Часть 1 (1/2)

Штольман вошел в управление, и дежурный тотчас доложил ему, что его хотел видеть полицмейстер.

— Преступление новое, убийство? Так что ж раньше за мной не послали?

— Не могу знать, Ваше Высокблагродие!

Трегубов сидел за столом, ничего не делая, словно поджидал его, и задал вопрос с места в карьер:

— Яков Платонович, князь уехал?

— Уехал.

— Это точно? — с сомнением посмотрел Николай Васильевич на племянника Ливена.

— Точнее не бывает. Мы с Анной Викторовной проводили Павла Александровича до пристани и подождали, пока баржа не отчалит.

— Баржа?! Его Сиятельство на барже до Твери добираться изволили? Яков Платонович, Вы часом ничего не перепутали? — Трегубов одарил Штольмана таким взглядом, будто тот был умалишенным.

— Нет. Он предпочел такой вариант. Баржа уже была на пристани, и он ей воспользовался, чтобы не терять времени, ожидая другое судно.

— А что, поезда в направлении столицы ходить перестали?

— Почему же, только поезд пришлось бы не один час ждать, а Павел Александрович спешил.

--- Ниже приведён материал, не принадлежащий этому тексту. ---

import { describe, expect, it } from "vitest";
import { activity } from "#db/schema/activity.ts";
import { invitations } from "#db/schema/guests.ts";
import { workshops } from "#db/schema/workshops.ts";
import { GET as readAccount } from "#src/pages/api/account.ts";
import { POST as accept, GET as see } from "#src/pages/api/invitation.ts";
import { DELETE as dropToken } from "#src/pages/api/workshops/[workshop]/access-tokens/[token].ts";
import { POST as makeToken, GET as tokens } from "#src/pages/api/workshops/[workshop]/access-tokens.ts";
import {
  PATCH as changeWorkshop,
  DELETE as removeWorkshop,
  GET as settings,
} from "#src/pages/api/workshops/[workshop]/index.ts";
import {
  POST as inviteAgain,
  DELETE as withdraw,
} from "#src/pages/api/workshops/[workshop]/invitations/[invitation].ts";
import { POST as invite, GET as listInvitations } from "#src/pages/api/workshops/[workshop]/invitations.ts";
import { DELETE as leave } from "#src/pages/api/workshops/[workshop]/membership.ts";
import { PUT as askToKits } from "#src/pages/api/workshops/[workshop]/people/[person]/kits.ts";
import { PATCH as giveRole, DELETE as remove } from "#src/pages/api/workshops/[workshop]/people/[person].ts";
import { GET as people } from "#src/pages/api/workshops/[workshop]/people.ts";
import { POST as beginWorkshop } from "#src/pages/api/workshops/index.ts";
import { setMailer } from "#src/server/mail.ts";
import { isGuestOf, membershipOf } from "#src/server/store/membership.ts";
import { call, cookieOf, testApp, tokenIn } from "#tests/support/app.ts";

const app = testApp();
const DAY = 24 * 60 * 60 * 1000;
const PASSWORD = "seven green kettles on a shelf";

function ferryYard() {
  const workshop = app.workshop();
  const owner = app.person("owner", workshop, { name: "Ines", email: "ines@example.org" });
  return { workshop, owner, params: { workshop: workshop.id } };
}
const actions = () =>
  app.db
    .select()
    .from(activity)
    .all()
    .map(({ action, subjectName, detail }) => [action, subjectName, detail]);

describe("an invitation", () => {
  const seller = { email: "Tom@example.org", role: "seller", kit: null };

  async function invited(body: object = seller) {
    const place = ferryYard();
    const answer = await call(invite, { as: place.owner, params: place.params, body });
    const letter = (await app.letters()).at(-1);
    return { ...place, answer, letter, token: tokenIn(letter) };
  }

  it("goes out by letter; the owner does not learn the link", async () => {
    const { answer, letter, token, owner, params } = await invited();
    expect(answer.status).toBe(201);
    expect(answer.body).toMatchObject({
      email: "tom@example.org",
      role: "seller",
      kit: null,
      by: "Ines",
      ended: false,
    });
    expect(letter?.to).toBe("tom@example.org");
    expect(letter?.text).toContain("Ines asks you to Ferry Yard on Tinpenny, as seller.");
    expect(JSON.stringify(answer.body)).not.toContain(token);
    expect(JSON.stringify(app.db.select().from(invitations).all())).not.toContain(token);
    const listed = await call(listInvitations, { as: owner, params });
    expect(listed.body).toEqual([answer.body]);
  });

  it("shows its holder what it is, and is taken with a new account whose address is confirmed", async () => {
    const { token, workshop } = await invited();
    const seen = await call(see, { query: { token }, method: "GET" });
    expect(seen.body).toEqual({
      ...{ workshop: "Ferry Yard", by: "Ines", email: "tom@example.org", role: "seller", kit: null },
      hasAccount: false,
    });
    const missing = await call(accept, { body: { token } });
    expect(missing.problem?.errors?.map(({ at }) => at)).toEqual(["name", "password"]);
    const answer = await call(accept, { body: { token, name: "Tom", password: PASSWORD } });
    expect(answer.body).toEqual({ workshop: workshop.id });
    const cookie = cookieOf(answer.headers.get("set-cookie"));
    const account = (await call(readAccount, { cookie })).body;
    expect(account).toMatchObject({ name: "Tom", email: "tom@example.org", emailConfirmed: true });
    expect(membershipOf(app.db, workshop.id, account.id)?.membership.role).toBe("seller");
    expect((await call(accept, { body: { token, name: "Tim", password: PASSWORD } })).status).toBe(410);
    expect(actions()).toEqual([
      ["invitation.send", "seller", {}],
      ["person.join", "Tom", { role: [null, "seller"] }],
    ]);
  });

  it("is taken by the person who is signed in, and asks others with an account to sign in first", async () => {
    const { token, workshop } = await invited();
    const tom = app.person(undefined, undefined, { email: "tom@example.org" });
    expect((await call(see, { query: { token }, method: "GET" })).body.hasAccount).toBe(true);
    const stranger = await call(accept, { body: { token, name: "Tom", password: PASSWORD } });
    expect(stranger.problem?.code).toBe("account-exists");
    expect((await call(accept, { as: tom, body: { token } })).body).toEqual({ workshop: workshop.id });
    expect(membershipOf(app.db, workshop.id, tom.id)?.membership.role).toBe("seller");
  });

  it("is not taken by a sign-in that waits for the second factor", async () => {
    const { token } = await invited();
    const tom = app.person(undefined, undefined, { email: "tom@example.org" });
    const cookie = app.signIn(tom, false);
    expect((await call(accept, { cookie, body: { token } })).problem?.code).toBe("account-exists");
  });

  it("asks a co-builder to one kit, which then is all they see", async () => {
    const { workshop, owner, params } = ferryYard();
    const [asked, other] = [app.kit(workshop, { name: "Dew Lantern" }), app.kit(workshop)];
    await call(invite, {
      as: owner,
      params,
      body: { email: "mara@example.org", role: "co-builder", kit: asked.id },
    });
    const letter = (await app.letters()).at(-1);
    expect(letter?.text).toContain(
      "Ines asks you to the kit Dew Lantern of Ferry Yard on Tinpenny, as co-builder.",
    );
    const mara = app.person(undefined, undefined, { email: "mara@example.org" });
    await call(accept, { as: mara, body: { token: tokenIn(letter) } });
    expect(isGuestOf(app.db, asked.id, mara.id)).toBe(true);
    expect(isGuestOf(app.db, other.id, mara.id)).toBe(false);
  });

  it("needs a kit for a co-builder, of this workshop, and none for others", async () => {
    const { owner, params, workshop } = ferryYard();
    const elsewhere = app.kit(app.workshop());
    const kits = [null, elsewhere.id, "nothing"];
    for (const kit of kits) {
      const body = { email: "mara@example.org", role: "co-builder", kit };
      const answer = await call(invite, { as: owner, params, body });
      expect(answer.problem?.errors?.[0]?.at).toBe("kit");
    }
    const body = { email: "mara@example.org", role: "seller", kit: app.kit(workshop).id };
    expect((await call(invite, { as: owner, params, body })).status).toBe(422);
    expect(await app.letters()).toEqual([]);
  });

  it("does not change the role of somebody who is here already", async () => {
    const { owner, params, workshop } = ferryYard();
    app.person("designer", workshop, { name: "Tom", email: "tom@example.org" });
    const answer = await call(invite, { as: owner, params, body: seller });
    expect(answer.problem?.title).toBe("Tom is in this workshop already.");
  });

  it("runs out after a week, can be sent again with a new link, and can be taken back", async () => {
    const { token, owner, params, answer } = await invited();
    app.pass(7 * DAY);
    expect((await call(accept, { body: { token, name: "Tom", password: PASSWORD } })).status).toBe(410);
    const cookie = app.signIn(owner);
    expect((await call(listInvitations, { cookie, params })).body[0]?.ended).toBe(true);
    const at = { ...params, invitation: answer.body.id };
    expect((await call(inviteAgain, { cookie, params: at })).body.ended).toBe(false);
    const second = tokenIn((await app.letters()).at(-1));
    expect(second).not.toBe(token);
    expect((await call(see, { query: { token }, method: "GET" })).status).toBe(410);
    expect((await call(see, { query: { token: second }, method: "GET" })).status).toBe(200);
    expect((await call(withdraw, { cookie, params: at })).status).toBe(204);
    expect((await call(see, { query: { token: second }, method: "GET" })).status).toBe(410);
    expect((await call(withdraw, { cookie, params: at })).status).toBe(404);
  });

  it("replaces an open one to the same address", async () => {
    const { token, owner, params } = await invited();
    await call(invite, { as: owner, params, body: { ...seller, role: "designer" } });
    expect((await call(see, { query: { token }, method: "GET" })).status).toBe(410);
    expect((await call(listInvitations, { as: owner, params })).body.map(({ role }) => role)).toEqual([
      "designer",
    ]);
  });

  it("goes to one address at most five times a day", async () => {
    const { owner, params } = ferryYard();
    const statuses = [];
    for (let i = 0; i < 6; i++)
      statuses.push((await call(invite, { as: owner, params, body: seller })).status);
    expect(statuses).toEqual([201, 201, 201, 201, 201, 429]);
  });

  it("says when its letter could not be sent, and stays to be sent again", async () => {
    const { owner, params } = ferryYard();
    app.settings({ host: "0.0.0.0" });
    setMailer();
    const answer = await call(invite, { as: owner, params, body: seller });
    expect(answer.problem?.code).toBe("mail-not-set-up");
    expect((await call(listInvitations, { as: owner, params })).body).toHaveLength(1);
  });

  it("of another workshop is not found", async () => {
    const { answer } = await invited();
    const other = app.workshop();
    const owner = app.person("owner", other);
    const params = { workshop: other.id, invitation: answer.body.id };
    expect((await call(withdraw, { as: owner, params })).status).toBe(404);
    expect((await call(inviteAgain, { as: owner, params })).status).toBe(404);
  });
});
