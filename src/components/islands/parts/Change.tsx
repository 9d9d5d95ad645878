import { TickIcon } from "./Icons.tsx";

/** Lower cost, higher earnings, fewer to break even, less cash are better; a price is neither. */
export type ChangeTurn = "better" | "worse" | "neither";

export type ChangeProps = {
  /** Signed and written: "−€2.14". */
  amount: string;
  turn: ChangeTurn;
};

const WASH: Record<ChangeTurn, string> = {
  better: "bg-good-wash",
  worse: "bg-caution-wash",
  neither: "bg-tint",
};

/** A signed change beside its figure. */
export function Change({ amount, turn }: ChangeProps) {
  return (
    <span
      className={`inline-flex items-center gap-1 rounded-chip px-1.5 py-px whitespace-nowrap font-semibold text-ink type-label ${WASH[turn]}`}
    >
      {turn === "better" && <TickIcon className="size-4 text-good" />}
      {amount}
      {turn !== "neither" && <span className="heard-only">, {turn}</span>}
    </span>
  );
}
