import { QuietButton } from "./QuietButton.tsx";
import type { TallyNote } from "./TallyStrip.tsx";

/** Names the edit whose changes are shown, with what can be done about it. */
export function TallyNoteLine({ note, className }: { note: TallyNote; className?: string }) {
  return (
    <div className={`border-t border-rule-2 bg-sheet ${className ?? ""}`}>
      <p className="gutters type-label flex min-h-[31px] flex-wrap items-center gap-x-4">
        <span>
          <b>{note.edit}</b> {note.text}
        </span>
        {note.actions?.map((action) => (
          <QuietButton key={action.label} onClick={action.run} className="font-normal">
            {action.label}
          </QuietButton>
        ))}
      </p>
    </div>
  );
}
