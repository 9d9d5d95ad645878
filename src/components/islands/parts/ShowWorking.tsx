import type { ComponentProps } from "react";
import { WORKING_LOOK } from "#src/components/button-look.ts";
import { EqualsIcon } from "./Icons.tsx";

export type ShowWorkingProps = Omit<ComponentProps<"button">, "children"> & {
  /** What is worked out, for those who hear the page: "cost per kit by run size". */
  of: string;
  open?: boolean;
  label?: string;
};

/** Opens a working, or the table behind a chart. */
export function ShowWorking({ of, open, label = "Show the working", className, ...rest }: ShowWorkingProps) {
  return (
    <button type="button" aria-expanded={open} {...rest} className={`${WORKING_LOOK} ${className ?? ""}`}>
      <EqualsIcon className="size-4" />
      {label}
      <span className="heard-only"> of {of}</span>
    </button>
  );
}
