import { type ReactNode, useId } from "react";
import { BadIcon } from "./Icons.tsx";

/** What every field says about itself. */
export type FieldWords = {
  label: string;
  /** The label is heard, not shown: in rows under a column head. */
  labelHidden?: boolean;
  /** Below the field; for a field that is off, the reason. */
  hint?: ReactNode;
  /** What would be right, in a sentence: "A run is a number from 10 to 500." The entry is kept. */
  wrong?: string;
  className?: string;
};

export type FieldIds = {
  id: string;
  "aria-describedby": string | undefined;
  "aria-invalid": true | undefined;
};

/** Ties label, hint and fault to a control: the control takes the ids it is handed. */
export function Field({
  label,
  labelHidden,
  hint,
  wrong,
  className,
  id,
  children,
}: FieldWords & { id?: string; children: (ids: FieldIds) => ReactNode }) {
  const made = useId();
  const own = id ?? made;
  const described = [wrong && `${own}-wrong`, hint && `${own}-hint`].filter(Boolean).join(" ") || undefined;
  return (
    <div className={className}>
      <label htmlFor={own} className={labelHidden ? "heard-only" : "type-table mb-1 block font-semibold"}>
        {label}
      </label>
      {children({ id: own, "aria-describedby": described, "aria-invalid": wrong ? true : undefined })}
      {wrong && (
        <p id={`${own}-wrong`} className="type-label mt-1 flex gap-2 font-semibold text-bad">
          <BadIcon className="mt-px size-[18px] [--cut:var(--color-sheet)]" />
          {wrong}
        </p>
      )}
      {hint && (
        <p id={`${own}-hint`} className="type-label mt-1 text-ink-2">
          {hint}
        </p>
      )}
    </div>
  );
}
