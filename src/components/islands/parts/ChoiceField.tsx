import type { SelectHTMLAttributes } from "react";
import { fieldLook } from "#src/components/field-look.ts";
import { Field, type FieldWords } from "./Field.tsx";
import { DownIcon } from "./Icons.tsx";

export type Choice = { value: string; label: string; off?: boolean };

export type ChoiceFieldProps = FieldWords &
  Omit<SelectHTMLAttributes<HTMLSelectElement>, "className" | "children"> & {
    choices: readonly Choice[];
    /** The value that means "Leave out": its border is dashed. */
    leaveOut?: string;
    row?: boolean;
    bold?: boolean;
  };

/** One of a list: the browser's own select in our look. Works with `defaultValue` in a plain form. */
export function ChoiceField({
  label,
  labelHidden,
  hint,
  wrong,
  className,
  choices,
  leaveOut,
  row,
  bold,
  id,
  ...rest
}: ChoiceFieldProps) {
  const left = leaveOut !== undefined && (rest.value ?? rest.defaultValue) === leaveOut;
  return (
    <Field {...{ label, labelHidden, hint, wrong, className, id }}>
      {(ids) => (
        <span className="relative block">
          <select
            {...rest}
            {...ids}
            className={`${fieldLook({ wrong: Boolean(wrong), row })} appearance-none pr-9 pl-3 type-table ${left ? "border-dashed! text-ink-2" : ""} ${bold && !left ? "font-semibold" : ""}`}
          >
            {choices.map((choice) => (
              <option key={choice.value} value={choice.value} disabled={choice.off}>
                {choice.label}
              </option>
            ))}
          </select>
          <DownIcon className="pointer-events-none absolute top-1/2 right-3 size-4 -translate-y-1/2" />
        </span>
      )}
    </Field>
  );
}
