import type { ReactNode } from "react";
import { CautionIcon } from "./Icons.tsx";

export type BannerProps = { lead: string; children: ReactNode; action?: ReactNode };

/** A caution below the header that stays while it holds: a lost connection, invented data. Work goes on. */
export function Banner({ lead, children, action }: BannerProps) {
  return (
    <section aria-label={lead} data-screen-only className="border-b border-ink bg-caution-wash">
      <div className="gutters flex min-h-[55px] items-center gap-3 py-2 type-note max-tablet:flex-wrap">
        <CautionIcon className="size-[18px] text-caution [--cut:var(--color-caution-wash)]" />
        <p className="min-w-0 grow basis-0">
          <b>{lead}</b> {children}
        </p>
        {action && <div className="max-tablet:basis-full max-tablet:pl-[30px]">{action}</div>}
      </div>
    </section>
  );
}
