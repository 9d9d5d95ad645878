import { Fragment, type ReactNode } from "react";
import {
  type Paper,
  type PaperLine,
  type PaperSource,
  type PaperSub,
  ruledOff,
} from "#src/components/working-paper.ts";

const ROW =
  "grid items-end min-h-7 grid-cols-[46px_minmax(0,1fr)_auto_20px_84px] pr-4 leading-7 tablet:grid-cols-[69px_minmax(0,1fr)_auto_28px_112px] tablet:pr-7";

/** The squared sheet itself: letters at the margin line, text, sub-amounts, sign, amount. */
export function WorkingPaper({ paper }: { paper: Paper }) {
  return (
    <section
      // biome-ignore lint/a11y/noNoninteractiveTabindex: a region that scrolls must be reachable by keyboard.
      tabIndex={0}
      aria-label={paper.of}
      className="squared-paper relative grow overflow-y-auto py-3.5 text-[1.0625rem]"
    >
      <div className="relative min-h-full before:absolute before:-inset-y-3.5 before:left-[45px] before:w-px before:bg-margin-line tablet:before:left-[68px]">
        <PaperText text={paper.basis} />
        <div className="h-7" />
        {paper.lines.map((line, place) => (
          // biome-ignore lint/suspicious/noArrayIndexKey: a line is its place on the sheet.
          <Fragment key={place}>
            {line.apart && <div className="h-7" />}
            <PaperRow line={line} ruled={ruledOff(paper.lines, place)} />
          </Fragment>
        ))}
        {paper.notes.map((note) => (
          <PaperText key={note} text={note} />
        ))}
        <Methods methods={paper.methods} />
      </div>
    </section>
  );
}

function PaperText({ text }: { text: string }) {
  return <p className="pr-7 pl-[60px] leading-7 text-ink-2 tablet:pl-[83px]">{text}</p>;
}

/** The rules a working follows, each explained on a page of its own. */
function Methods({ methods }: { methods: Paper["methods"] }) {
  if (methods.length === 0) return null;
  return (
    <p className="pr-7 pl-[60px] leading-7 text-ink-2 tablet:pl-[83px]" data-screen-only>
      How it is reckoned:{" "}
      {methods.map(({ label, href }, place) => (
        <Fragment key={href}>
          {place > 0 && ", "}
          <a href={href}>{label}</a>
        </Fragment>
      ))}
      .
    </p>
  );
}

function PaperRow({ line, ruled }: { line: PaperLine; ruled: boolean }) {
  const subs = line.subs ?? [];
  const strong = line.sign === "=" ? "font-semibold" : "";
  const amount = <Amount line={line} ruled={ruled} />;
  return (
    <>
      <div className={`${ROW} ${strong}`}>
        <span className="self-start pl-4 italic text-copper tablet:pl-7">{line.letter}</span>
        <span className="pl-3.5">
          {line.label} <Source source={line.source} />
        </span>
        <span />
        {subs.length === 0 && <Carried sign={line.sign}>{amount}</Carried>}
      </div>
      {subs.map((sub, place) => (
        <SubRow key={sub.label} sub={sub} last={place === subs.length - 1}>
          {place === subs.length - 1 && <Carried sign={line.sign}>{amount}</Carried>}
        </SubRow>
      ))}
    </>
  );
}

function SubRow({ sub, last, children }: { sub: PaperSub; last: boolean; children: ReactNode }) {
  return (
    <div className={ROW}>
      <span />
      <span className="pl-7 text-ink-2 tablet:pl-[42px]">
        {sub.label} <Source source={sub.source} />
      </span>
      <span
        className={`pl-3 text-right tablet:min-w-[84px] whitespace-nowrap text-ink-2 ${last ? "-mb-[1.5px] rule-head" : ""}`}
      >
        <Opens label={sub.label} amount={sub.amount} onOpen={sub.onOpen} />
      </span>
      {children}
    </div>
  );
}

function Carried({ sign, children }: { sign: PaperLine["sign"]; children: ReactNode }) {
  return (
    <>
      <span className="text-center">{sign}</span>
      {children}
    </>
  );
}

function Amount({ line, ruled }: { line: PaperLine; ruled: boolean }) {
  const rule = line.result
    ? "-mb-1 rule-result type-h3 font-bold leading-7"
    : ruled
      ? "-mb-[1.5px] rule-head"
      : "";
  return (
    <span className={`block text-right whitespace-nowrap ${rule}`}>
      {line.amount && <Opens label={line.label} amount={line.amount} onOpen={line.onOpen} />}
    </span>
  );
}

function Opens({ label, amount, onOpen }: { label: string; amount: string; onOpen?: () => void }) {
  if (!onOpen) return <>{amount}</>;
  return (
    <button
      type="button"
      onClick={onOpen}
      aria-label={`${label} ${amount}, show the working`}
      className="leading-5 foot-dotted hover:border-solid hover:border-petrol"
    >
      {amount}
    </button>
  );
}

function Source({ source }: { source?: PaperSource }) {
  if (!source) return null;
  return (
    <a href={source.href} className="type-table ml-1.5 font-normal whitespace-nowrap">
      {source.label}
    </a>
  );
}
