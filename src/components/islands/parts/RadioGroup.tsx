import { type InputHTMLAttributes, type ReactNode, useId } from "react";

export type RadioChoice = { value: string; label: ReactNode; detail?: ReactNode; off?: boolean };

export type RadioGroupProps = {
  legend: string;
  legendHidden?: boolean;
  name?: string;
  choices: readonly RadioChoice[];
  value?: string;
  defaultValue?: string;
  onChoose?: (value: string) => void;
  /** Side by side instead of one below the other. */
  inline?: boolean;
  /** Each choice in a frame, the chosen one on petrol-wash: for forms of a few large choices. */
  framed?: boolean;
};

/** One of a few, all in view. Arrow keys move, as in every radio group. */
export function RadioGroup({
  legend,
  legendHidden,
  name,
  choices,
  inline,
  framed,
  ...rest
}: RadioGroupProps) {
  const own = useId();
  return (
    <fieldset>
      <legend className={legendHidden ? "heard-only" : "type-table mb-1 font-semibold"}>{legend}</legend>
      <div className={`flex ${inline ? "flex-wrap gap-x-6" : `flex-col ${framed ? "gap-2.5" : ""}`}`}>
        {choices.map((choice) => (
          <Radio key={choice.value} {...choice} name={name ?? own} group={rest} framed={framed} />
        ))}
      </div>
    </fieldset>
  );
}

type Group = Pick<RadioGroupProps, "value" | "defaultValue" | "onChoose">;

function Radio({
  value,
  label,
  detail,
  off,
  name,
  group,
  framed,
}: RadioChoice & { name: string; group: Group; framed?: boolean }) {
  const id = useId();
  return (
    <label
      htmlFor={id}
      className={`type-table inline-flex min-h-10 gap-3 py-2 ${detail ? "items-center" : "items-start"} ${framed ? "rounded-control border-[1.5px] border-rule-2 bg-sheet px-4 py-3 hover:border-ink has-checked:border-2 has-checked:border-petrol has-checked:bg-petrol-wash" : ""}`}
    >
      <RadioDot
        id={id}
        name={name}
        value={value}
        disabled={off}
        checked={group.value === undefined ? undefined : group.value === value}
        defaultChecked={group.defaultValue === undefined ? undefined : group.defaultValue === value}
        onChange={() => group.onChoose?.(value)}
      />
      <span>
        <span className={detail ? "block font-semibold" : ""}>{label}</span>
        {detail && <span className="block">{detail}</span>}
      </span>
    </label>
  );
}

/** The round alone, 22 across: for choosing a row of a table, where `aria-label` names it. */
export function RadioDot({ className, ...rest }: Omit<InputHTMLAttributes<HTMLInputElement>, "type">) {
  return (
    <input
      type="radio"
      {...rest}
      className={`size-[22px] shrink-0 appearance-none rounded-full border-2 border-ink bg-sheet checked:border-[6px] checked:border-petrol disabled:border-dashed disabled:border-rule-2 disabled:bg-tint ${className ?? ""}`}
    />
  );
}
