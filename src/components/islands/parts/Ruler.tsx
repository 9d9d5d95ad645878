import { type KeyboardEvent, type PointerEvent, useRef } from "react";
import {
  figureHidden,
  rulerPlace,
  rulerTicks,
  runAfterKey,
  runAtPlace,
} from "#src/components/ruler-scale.ts";
import { RULER_LEAST, RULER_MOST } from "#src/shapes/limits.ts";
import { LogoRings } from "./Logo.tsx";

export type RulerProps = {
  run: number;
  onRun: (kits: number) => void;
  /** Last kits before a step up in cost; Shift and arrow go from one to the next. */
  sweetSpots?: readonly number[];
};

const TICKS = rulerTicks();

function percent(kits: number): string {
  return `${(rulerPlace(kits) * 100).toFixed(4)}%`;
}

/** The run as a place on a logarithmic ruler from 10 to 500: a slider that hangs from the top edge of the tally. */
export function Ruler({ run, onRun, sweetSpots = [] }: RulerProps) {
  const strip = useRef<HTMLDivElement>(null);
  const ring = useRef<HTMLDivElement>(null);

  function follow(press: PointerEvent) {
    const box = strip.current?.getBoundingClientRect();
    if (!box || box.width === 0) return;
    const next = runAtPlace((press.clientX - box.left) / box.width);
    if (next !== run) onRun(next);
  }

  function onKey(press: KeyboardEvent) {
    if (press.altKey || press.ctrlKey || press.metaKey) return;
    const next = runAfterKey(run, press, sweetSpots);
    if (next === undefined) return;
    press.preventDefault();
    if (next !== run) onRun(next);
  }

  return (
    <div
      ref={strip}
      className="relative h-[30px] cursor-ew-resize touch-none select-none"
      onPointerDown={(press) => {
        if (press.button !== 0) return;
        press.currentTarget.setPointerCapture(press.pointerId);
        press.preventDefault();
        ring.current?.focus({ preventScroll: true });
        follow(press);
      }}
      onPointerMove={(press) =>
        press.buttons === 1 && press.currentTarget.hasPointerCapture(press.pointerId) && follow(press)
      }
    >
      <RulerTicks run={run} />
      <div
        ref={ring}
        role="slider"
        tabIndex={0}
        aria-label="Run"
        aria-valuemin={RULER_LEAST}
        aria-valuemax={RULER_MOST}
        aria-valuenow={Math.min(Math.max(run, RULER_LEAST), RULER_MOST)}
        aria-valuetext={`${run} kits`}
        onKeyDown={onKey}
        className="absolute top-0 h-[29px] w-7 -translate-x-1/2 rounded-control"
        style={{ left: percent(run) }}
      >
        <svg width={28} height={29} viewBox="0 0 28 29" aria-hidden="true" focusable="false">
          <path d="M14 0V9" strokeWidth={3} className="stroke-petrol" />
          <g transform="translate(2.8 6.8) scale(0.7)">
            <circle cx={16} cy={16} r={15} className="fill-paper" />
            <LogoRings />
          </g>
        </svg>
      </div>
    </div>
  );
}

/** Ticks 11, 9 and 5 long hanging from the edge; figures at round steps, hidden where the ring is. */
function RulerTicks({ run }: { run: number }) {
  return (
    <svg
      width="100%"
      height={30}
      className="absolute inset-0 overflow-visible"
      aria-hidden="true"
      focusable="false"
    >
      {TICKS.map(({ kits, length }) => (
        <line
          key={kits}
          x1={percent(kits)}
          x2={percent(kits)}
          y1={0}
          y2={length}
          strokeWidth={length === 5 ? 1 : 1.5}
          className={length === 5 ? "stroke-rule-2" : "stroke-ink"}
        />
      ))}
      {TICKS.filter(({ kits, figure }) => figure && !figureHidden(kits, run)).map(({ kits }) => (
        <text
          key={kits}
          x={percent(kits)}
          y={25}
          textAnchor="middle"
          className="fill-ink text-[0.875rem] font-semibold"
        >
          {kits}
        </text>
      ))}
    </svg>
  );
}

— Ну тогда понятно… Вот так дела… Видно, случай, и правда, архиважный… Неужели тот проходимец действительно возводил поклеп на высокопоставленных лиц?

— Ну раз Павел Александрович так сказал, значит, так оно и было.

— А насчет того, что у нас неопознанный труп — это Вы ему… — Яков Платонович понял, что полицмейстер хотел сказать «доложили». — Поведали?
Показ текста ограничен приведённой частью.